- [Source material]:
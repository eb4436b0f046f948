import type { Knex } from 'knex';
import type { AuditAct } from '#contract/audit.ts';
import type { RuleName } from '#engine/weather-files/quality/quality-options.ts';
import { inTransaction } from '../../db/in-transaction.ts';
import { recordAuditEvent } from '../../db/record-audit-event.ts';
import { AppError } from '../../http/app-error.ts';
import { deleteRuleOff, lockStation, upsertRuleOff } from './station-store.ts';

interface RuleKey {
  readonly teamId: string;
  readonly stationId: string;
  readonly rule: RuleName;
}

/** Switches a rule off at a station, in the caller's transaction: what is read of its files from now on goes by that. */
export async function switchRuleOff(
  transaction: Knex.Transaction,
  off: RuleKey & { reason: string; personId: string; at: Date },
): Promise<void> {
  await upsertRuleOff(transaction, off);
}

/** The same as an act of its own. */
export async function setRuleOff(
  db: Knex,
  off: RuleKey & { reason: string; personId: string; requestId: string | null; at: Date },
): Promise<void> {
  await changeRule(db, off, {
    act: 'rule switched off',
    reason: off.reason,
    change: (transaction) => switchRuleOff(transaction, off),
  });
}

/** Lets a rule hold again; one that holds already stays as it is. */
export async function setRuleOn(db: Knex, on: RuleKey & { personId: string; requestId: string | null }): Promise<void> {
  await changeRule(db, on, {
    act: 'rule switched on',
    reason: null,
    change: (transaction) => deleteRuleOff(transaction, on),
  });
}

async function changeRule(
  db: Knex,
  key: RuleKey & { personId: string; requestId: string | null },
  what: { act: AuditAct; reason: string | null; change: (transaction: Knex.Transaction) => Promise<void> },
): Promise<void> {
  const { teamId, stationId, rule, personId, requestId } = key;
  await inTransaction(db, async (transaction) => {
    if ((await lockStation(transaction, { teamId, stationId })) === null) {
      throw new AppError('not_found', 'There is no such station in this team.');
    }
    await what.change(transaction);
    await recordAuditEvent(transaction, {
      teamId,
      personId,
      act: what.act,
      subject: { stationId, rule, reason: what.reason },
      requestId,
    });
  });
}
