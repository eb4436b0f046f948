/** One thing wrong with a brief, located by the path of its field, such as `caps.roomRhPct` or `score[2].weight`. */
export interface BriefFault {
  readonly path: string;
  readonly message: string;
}

/** A brief that cannot be used, with every fault at once. */
export class BriefFaultsError extends Error {
  readonly faults: readonly BriefFault[];

  constructor(faults: readonly BriefFault[]) {
    super(faults.map(({ path, message }) => `${path}: ${message}`).join('; '));
    this.name = 'BriefFaultsError';
    this.faults = faults;
  }
}
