describe('a brief made from a preset', () => {
  it('is version 1, says who made it, and is judged for every accepted year', async () => {
    const brief = await newBrief('clinic');
    expect(brief).toMatchObject({ version: 1, preset: 'clinic', presetName: 'Clinic' });
    expect(brief.hash).toMatch(/^[0-9a-f]{64}$/);
    expect(brief.madeBy).toMatch(/^Test planner/);
    const record = await eventually('the clinic is judged', async () => {
      const path = `${programme}/briefs/${brief.briefId}/versions/1`;
      const { body }: { body: BriefVersionRecord } = await planner.agent.get(path).expect(200);
      return body.version.stationsPending === 0 && body;
    });
    expect(record.version.stationsJudged).toBe(1);
    expect(record.stations).toEqual([{ id: stationId, name: 'Dry Reach', judged: true }]);
    expect(record.body).toEqual(presetBrief('clinic'));
  });

  it('needs a preset that ships, and a name that no other brief of the programme has', async () => {
    const brief = await newBrief('office');
    const twice = await planner.agent
      .post(`${programme}/briefs`)
      .send({ name: brief.name.toUpperCase(), preset: 'office' });
    expect(twice.status).toBe(400);
    expect(twice.body.problems).toEqual([{ path: 'body.name', message: expect.stringContaining('has that name') }]);
    const unknown = await planner.agent.post(`${programme}/briefs`).send({ name: 'X', preset: 'constructor' });
    expect(unknown.body.problems).toEqual([
      { path: 'body.preset', message: expect.stringContaining('no such preset') },
    ]);
  });
});
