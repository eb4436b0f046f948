import { knownZone } from './known-zone.ts';

/**
 * IANA zone of a station. At sea and where the look-up knows no zone it is the fixed offset of the file, as Etc/GMT±h;
 * places say so. (The signs of Etc zones are those of POSIX: Etc/GMT-5 is five hours ahead.)
 */
export function zoneOfStation(station: { latitude: number; longitude: number; utcOffsetH: number }): string {
  const zone = knownZone(station.latitude, station.longitude);
  if (zone !== null) return zone;
  const hours = Math.min(14, Math.max(-12, Math.round(station.utcOffsetH)));
  if (hours === 0) return 'Etc/GMT';
  return hours > 0 ? `Etc/GMT-${hours}` : `Etc/GMT+${-hours}`;
}
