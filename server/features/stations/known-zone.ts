import lookUpZone from '@photostructure/tz-lookup';

/** IANA zone of a position; null at sea and where the look-up, or this machine's tables, know none. */
export function knownZone(latitude: number, longitude: number): string | null {
  try {
    const zone = lookUpZone(latitude, longitude);
    // Answers Etc/GMT±h from the longitude alone at sea.
    if (zone.startsWith('Etc/')) return null;
    // Throws for a zone that this machine's tables do not have.
    return new Intl.DateTimeFormat('en', { timeZone: zone }).resolvedOptions().timeZone && zone;
  } catch {
    return null;
  }
}
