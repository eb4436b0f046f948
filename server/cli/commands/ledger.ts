import type { Brief } from '#engine/brief/brief.ts';
import { hourClasses } from '#engine/hour-classes/hour-class.ts';
import { type ReducedYear, reduceYear } from '#engine/reduction/reduce-year.ts';
import { type JudgeYearInput, judgeYear } from '#engine/run/judge-year.ts';
import type { RunResult } from '#engine/run/run-result.ts';
import { gradePlace } from '#engine/score/grade-place.ts';
import { readWeatherFile } from '#engine/weather-files/read-weather-file.ts';
import type { UsableReading } from '#engine/weather-files/weather-file-reading.ts';
import { presetBrief, presetNames } from '../../features/briefs/presets.ts';
import { zoneOfStation } from '../../features/stations/zone-of-station.ts';
import { measuredHours } from '../../features/weather/measured-hours.ts';
import type { CommandContext, ExitCode } from '../command.ts';
import { readArguments, WrongUse } from './command-arguments.ts';
import { openFile } from './open-file.ts';
import { printResult, say } from './print-result.ts';

/** @throws WrongUse when no preset has that name */
function namedBrief(name: string): Brief {
  if (presetNames().includes(name)) return presetBrief(name);
  throw new WrongUse(`There is no preset "${name}". The presets are ${presetNames().join(', ')}.`);
}

/** Where the year is judged: the file's own place. */
function placeOf({ station }: UsableReading): Pick<JudgeYearInput, 'zone' | 'heightM' | 'position'> | null {
  const { latitude, longitude, elevationM, utcOffsetH } = station;
  if (latitude === null || longitude === null || elevationM === null) return null;
  return {
    zone: zoneOfStation({ latitude, longitude, utcOffsetH: utcOffsetH ?? Math.round(longitude / 15) }),
    heightM: elevationM,
    position: { latitude, longitude },
  };
}

/** The station stands for itself, by this one year. */
function gradeOf(input: { reading: UsableReading; reduced: ReducedYear; result: RunResult }): string {
  const { reading, reduced, result } = input;
  const counts = result.usable && reading.kind !== 'derived';
  return gradePlace({
    distanceKm: 0,
    heightDifferenceM: 0,
    years: { actual: counts && reading.kind === 'actual' ? 1 : 0, typical: counts && reading.kind === 'typical' },
    measuredSharePct: counts ? (100 * measuredHours(reduced.year.packed.flags)) / reduced.facts.hours : null,
    flagsInformative: !reading.findings.some(({ code }) => code === 'source-flags-uniform'),
    kind: reading.kind === 'derived' ? 'derived' : 'station',
  }).grade;
}

function ledgerResult(file: string, input: { preset: string; grade: string; result: RunResult }) {
  const { methodVersion, ledger, verdict, failed, score, scoreNote, scoreExact, parts, gates } = input.result;
  return {
    file,
    brief: input.preset,
    methodVersion,
    hours: ledger.hours,
    classes: Object.fromEntries(hourClasses.map((hourClass) => [hourClass, ledger.classes[hourClass]])),
    demand: ledger.demand,
    met: ledger.met,
    verdict,
    failed,
    score,
    // An excluded place shows no score at all; its parts still say what they would have been.
    scoreExact: scoreNote === null ? scoreExact : null,
    grade: input.grade,
    parts,
    gates,
  };
}

/** `muslin ledger FILE --brief PRESET`: every hour of the file's year under the preset. */
export async function ledger({ args, callerDir }: CommandContext): Promise<ExitCode> {
  const { files, strict, brief: preset } = readArguments(args);
  const [file, ...more] = files;
  if (file === undefined || more.length > 0) throw new WrongUse('Name one weather file.');
  if (strict) throw new WrongUse('--strict belongs to the command read.');
  if (preset === null) throw new WrongUse('Name the preset: --brief office.');
  const brief = namedBrief(preset);

  const bytes = await openFile(file, callerDir);
  if (typeof bytes === 'string') {
    say(bytes);
    return 3;
  }
  const reading = readWeatherFile(bytes, file);
  if (reading.status === 'refused') {
    const reasons = reading.findings.filter(({ severity }) => severity === 'refuse');
    say([`${file} is refused:`, ...reasons.map(({ message }) => message)].join('\n'));
    return 1;
  }
  for (const { message } of reading.asks) say(`${file} asks: ${message}`);
  const place = placeOf(reading);
  if (place === null) {
    say(`${file} does not say where and how high it was recorded, so its hours cannot be judged.`);
    return 1;
  }
  const reduced = reduceYear(reading);
  const result = judgeYear({ year: reduced.year, brief, ...place });
  printResult(ledgerResult(file, { preset, grade: gradeOf({ reading, reduced, result }), result }));
  return 0;
}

- [What to produce]:
Would you set down, word for word, the lines from the opening of the entries above through the line with "as it is. */", both included, and no others?

- [Output for this exercise]:
repository eb4436b0f046f948
import type { Knex } from 'knex';
import type { AuditAct } from '#contract/audit.ts';
import type { RuleName } from '#engine/weather-files/quality/quality-options.ts';
import { inTransaction } from '../../db/in-transaction.ts';
import { recordAuditEvent } from '../../db/record-audit-event.ts';
import { AppError } from '../../http/app-error.ts';
import { deleteRuleOff, lockStation, upsertRuleOff } from './station-store.ts';

interface RuleKey {
  readonly teamId: string;
  readonly stationId: string;
  readonly rule: RuleName;
}

/** Switches a rule off at a station, in the caller's transaction: what is read of its files from now on goes by that. */
export async function switchRuleOff(
  transaction: Knex.Transaction,
  off: RuleKey & { reason: string; personId: string; at: Date },
): Promise<void> {
  await upsertRuleOff(transaction, off);
}

/** The same as an act of its own. */
export async function setRuleOff(
  db: Knex,
  off: RuleKey & { reason: string; personId: string; requestId: string | null; at: Date },
): Promise<void> {
  await changeRule(db, off, {
    act: 'rule switched off',
    reason: off.reason,
    change: (transaction) => switchRuleOff(transaction, off),
  });
}

/** Lets a rule hold again; one that holds already stays as it is. */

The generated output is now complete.